§ GIVEN RECORDS
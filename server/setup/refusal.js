/** Refusals of the set-up; PennyweightError needs packages that may not be installed yet. */
export class SetupRefusal extends Error {
  name = 'SetupRefusal';
}

/** Text for a person: a refusal is its one sentence, anything else is a fault of ours and keeps its stack. */
export function explain(error) {
  if (error instanceof SetupRefusal) return error.message;
  return error instanceof Error ? (error.stack ?? error.message) : String(error);
}
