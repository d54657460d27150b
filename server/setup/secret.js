/** Secrets that the set-up makes once and keeps in files only their owner reads. */
import { randomBytes } from 'node:crypto';
import { existsSync, readFileSync, renameSync, writeFileSync } from 'node:fs';

export function newSecret() {
  return randomBytes(32).toString('base64url');
}

/** Whole or not at all: a half-written secret would lock its owner out. */
export function writePrivately(file, text) {
  writeFileSync(`${file}.new`, text, { mode: 0o600 });
  renameSync(`${file}.new`, file);
}

export function keptSecret(file) {
  if (!existsSync(file)) writePrivately(file, newSecret());
  return readFileSync(file, 'utf8').trim();
}
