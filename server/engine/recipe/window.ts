/** window: from and to (inclusive), every k-th, the first or the last of each record. */
import { counted, recordRanges, type RecordState } from './record-state.ts';
import { refuse, type Step } from './step.ts';

export const window: Step<'window'> = {
  name: 'window',
  rank: 2,
  apply(state: RecordState, { from, to, every, first, last }) {
    if (from !== null && to !== null && from > to) refuse(`The window starts at ${from}, after its end ${to}.`, { from, to });
    const before = state.columns.length;
    if ((from !== null || to !== null) && state.columns.some((column) => column.time === null)) refuse('The records have no time axis: choose snapshots by number instead of time.');
    const runs = recordRanges(state).map(({ source, from: begin, to: end }) => ({ source, columns: state.columns.slice(begin, end) }));
    state.columns = runs.flatMap(({ source, columns }) => {
      let kept = columns.filter(({ time }) => (from === null || time! >= from) && (to === null || time! <= to));
      kept = kept.filter((_, j) => j % every === 0);
      if (first !== null) kept = kept.slice(0, first);
      if (last !== null) kept = kept.slice(-last);
      if (kept.length === 0) {
        const [a, b] = [columns[0].time, columns[columns.length - 1].time];
        refuse(`The window leaves no snapshot of run ${state.sources[source].run}${a !== null ? `, which spans ${a} to ${b}` : ''}.`, { run: state.sources[source].run });
      }
      return kept;
    });
    return `${counted(before - state.columns.length, 'snapshot')} outside the window left out.`;
  },
};
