/** Tells a process from a later one with the same number, by the time it was started (field 22 of proc(5) stat). */
import { readFileSync } from 'node:fs';

export function startedAt(pid) {
  try {
    const stat = readFileSync(`/proc/${pid}/stat`, 'utf8');
    // The second field is the program's name in brackets and may itself hold blanks and brackets.
    const fields = stat.slice(stat.lastIndexOf(')') + 2).split(' ');
    return fields[0] === 'Z' ? null : fields[19];
  } catch {
    return null;
  }
}

export function identify(pid = process.pid) {
  return { pid, started: startedAt(pid) };
}

export function isAlive({ pid, started }) {
  return started !== null && startedAt(pid) === started;
}

export function commandLine(pid) {
  try {
    return readFileSync(`/proc/${pid}/cmdline`, 'utf8').split('\0').filter(Boolean);
  } catch {
    return null;
  }
}
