/** The packages of package-lock.json in node_modules. */
import { readFileSync, writeFileSync } from 'node:fs';
import { join } from 'node:path';
import { announce, seconds } from './announce.js';
import { checkout } from './checkout.js';
import { lastLines, run } from './command.js';
import { exclusively } from './exclusive.js';
import { SetupRefusal } from './refusal.js';
import { hashOf, readStamp } from './source-stamp.js';

function lockedPackages(...path) {
  try {
    return JSON.parse(readFileSync(join(checkout, ...path), 'utf8')).packages;
  } catch {
    return null;
  }
}

/**
 * npm leaves node_modules/.package-lock.json when an installation is complete: it must name every package of
 * package-lock.json in the same version, but for optional ones (those for other platforms) and extraneous ones.
 */
export function packagesFit(locked, installed) {
  if (!locked || !installed) return false;
  const complete = Object.entries(locked).every(([path, { version, optional, extraneous }]) => {
    if (path === '') return true;
    return path in installed ? installed[path].version === version : optional === true || extraneous === true;
  });
  return complete && Object.keys(installed).every((path) => path in locked);
}

const stamp = join(checkout, 'node_modules', '.pennyweight-installed');

/** Installed by us from this very lock, or by somebody else with the same result. */
function packagesAreCurrent() {
  const installed = lockedPackages('node_modules', '.package-lock.json');
  if (installed !== null && readStamp(stamp) === hashOf(['package-lock.json'])) return true;
  return packagesFit(lockedPackages('package-lock.json'), installed);
}

/** npm 10, which comes with Node.js 20, does not install Vite 8's optional platform packages from this lock: use npm 11. */
async function installer() {
  const { output } = await run('npm', ['--version']);
  return Number(output.split('.')[0]) >= 11 ? ['npm'] : ['npx', '--yes', 'npm@11'];
}

export async function ensureNodePackages() {
  if (packagesAreCurrent()) return;
  await exclusively('packages', async () => {
    if (packagesAreCurrent()) return;
    const begun = performance.now();
    const [program, ...args] = await installer();
    announce('packages', 'installing node_modules, this takes about a minute');
    const { code, output } = await run(program, [...args, 'ci', '--no-audit', '--no-fund']);
    if (code !== 0) {
      throw new SetupRefusal(
        `The packages could not be installed; see npm's words below, mend the cause and start again.\n${lastLines(output)}`,
      );
    }
    writeFileSync(stamp, hashOf(['package-lock.json']));
    announce('packages', `installed in ${seconds(begun)}`);
  });
}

§ WORK REQUEST
Take the material above and transcribe all of it exactly.

§ EXPECTED ANSWER
filename server/setup/refusal.js
/** Refusals of the set-up; PennyweightError needs packages that may not be installed yet. */
export class SetupRefusal extends Error {
  name = 'SetupRefusal';
}

/** Text for a person: a refusal is its one sentence, anything else is a fault of ours and keeps its stack. */
export function explain(error) {
  if (error instanceof SetupRefusal) return error.message;
  return error instanceof Error ? (error.stack ?? error.message) : String(error);
}
repository d54657460d27150b
filename server/setup/secret.js
/** Secrets that the set-up makes once and keeps in files only their owner reads. */
import { randomBytes } from 'node:crypto';
import { existsSync, readFileSync, renameSync, writeFileSync } from 'node:fs';

export function newSecret() {
  return randomBytes(32).toString('base64url');
}

/** Whole or not at all: a half-written secret would lock its owner out. */
export function writePrivately(file, text) {
  writeFileSync(`${file}.new`, text, { mode: 0o600 });
  renameSync(`${file}.new`, file);
}

export function keptSecret(file) {
  if (!existsSync(file)) writePrivately(file, newSecret());
  return readFileSync(file, 'utf8').trim();
}
filename server/engine/recipe/window.ts
/** window: from and to (inclusive), every k-th, the first or the last of each record. */
import { counted, recordRanges, type RecordState } from './record-state.ts';
import { refuse, type Step } from './step.ts';

export const window: Step<'window'> = {
  name: 'window',
  rank: 2,
  apply(state: RecordState, { from, to, every, first, last }) {
    if (from !== null && to !== null && from > to) refuse(`The window starts at ${from}, after its end ${to}.`, { from, to });
    const before = state.columns.length;
    if ((from !== null || to !== null) && state.columns.some((column) => column.time === null)) refuse('The records have no time axis: choose snapshots by number instead of time.');
    const runs = recordRanges(state).map(({ source, from: begin, to: end }) => ({ source, columns: state.columns.slice(begin, end) }));
    state.columns = runs.flatMap(({ source, columns }) => {
      let kept = columns.filter(({ time }) => (from === null || time! >= from) && (to === null || time! <= to));
      kept = kept.filter((_, j) => j % every === 0);
      if (first !== null) kept = kept.slice(0, first);
      if (last !== null) kept = kept.slice(-last);
      if (kept.length === 0) {
        const [a, b] = [columns[0].time, columns[columns.length - 1].time];
        refuse(`The window leaves no snapshot of run ${state.sources[source].run}${a !== null ? `, which spans ${a} to ${b}` : ''}.`, { run: state.sources[source].run });
      }
      return kept;
    });
    return `${counted(before - state.columns.length, 'snapshot')} outside the window left out.`;
  },
};
/** Tells a process from a later one with the same number, by the time it was started (field 22 of proc(5) stat). */
import { readFileSync } from 'node:fs';

export function startedAt(pid) {
  try {
    const stat = readFileSync(`/proc/${pid}/stat`, 'utf8');
    // The second field is the program's name in brackets and may itself hold blanks and brackets.
    const fields = stat.slice(stat.lastIndexOf(')') + 2).split(' ');
    return fields[0] === 'Z' ? null : fields[19];
  } catch {
    return null;
  }
}

export function identify(pid = process.pid) {
  return { pid, started: startedAt(pid) };
}

export function isAlive({ pid, started }) {
  return started !== null && startedAt(pid) === started;
}

export function commandLine(pid) {
  try {
    return readFileSync(`/proc/${pid}/cmdline`, 'utf8').split('\0').filter(Boolean);
  } catch {
    return null;
  }
}
/** The packages of package-lock.json in node_modules. */
import { readFileSync, writeFileSync } from 'node:fs';
import { join } from 'node:path';
import { announce, seconds } from './announce.js';
import { checkout } from './checkout.js';
import { lastLines, run } from './command.js';
import { exclusively } from './exclusive.js';
import { SetupRefusal } from './refusal.js';
import { hashOf, readStamp } from './source-stamp.js';

function lockedPackages(...path) {
  try {
    return JSON.parse(readFileSync(join(checkout, ...path), 'utf8')).packages;
  } catch {
    return null;
  }
}

/**
 * npm leaves node_modules/.package-lock.json when an installation is complete: it must name every package of
 * package-lock.json in the same version, but for optional ones (those for other platforms) and extraneous ones.
 */
export function packagesFit(locked, installed) {
  if (!locked || !installed) return false;
  const complete = Object.entries(locked).every(([path, { version, optional, extraneous }]) => {
    if (path === '') return true;
    return path in installed ? installed[path].version === version : optional === true || extraneous === true;
  });
  return complete && Object.keys(installed).every((path) => path in locked);
}

const stamp = join(checkout, 'node_modules', '.pennyweight-installed');

/** Installed by us from this very lock, or by somebody else with the same result. */
function packagesAreCurrent() {
  const installed = lockedPackages('node_modules', '.package-lock.json');
  if (installed !== null && readStamp(stamp) === hashOf(['package-lock.json'])) return true;
  return packagesFit(lockedPackages('package-lock.json'), installed);
}

/** npm 10, which comes with Node.js 20, does not install Vite 8's optional platform packages from this lock: use npm 11. */
async function installer() {
  const { output } = await run('npm', ['--version']);
  return Number(output.split('.')[0]) >= 11 ? ['npm'] : ['npx', '--yes', 'npm@11'];
}

export async function ensureNodePackages() {
  if (packagesAreCurrent()) return;
  await exclusively('packages', async () => {
    if (packagesAreCurrent()) return;
    const begun = performance.now();
    const [program, ...args] = await installer();
    announce('packages', 'installing node_modules, this takes about a minute');
    const { code, output } = await run(program, [...args, 'ci', '--no-audit', '--no-fund']);
    if (code !== 0) {
      throw new SetupRefusal(
        `The packages could not be installed; see npm's words below, mend the cause and start again.\n${lastLines(output)}`,
      );
    }
    writeFileSync(stamp, hashOf(['package-lock.json']));
    announce('packages', `installed in ${seconds(begun)}`);
  });
}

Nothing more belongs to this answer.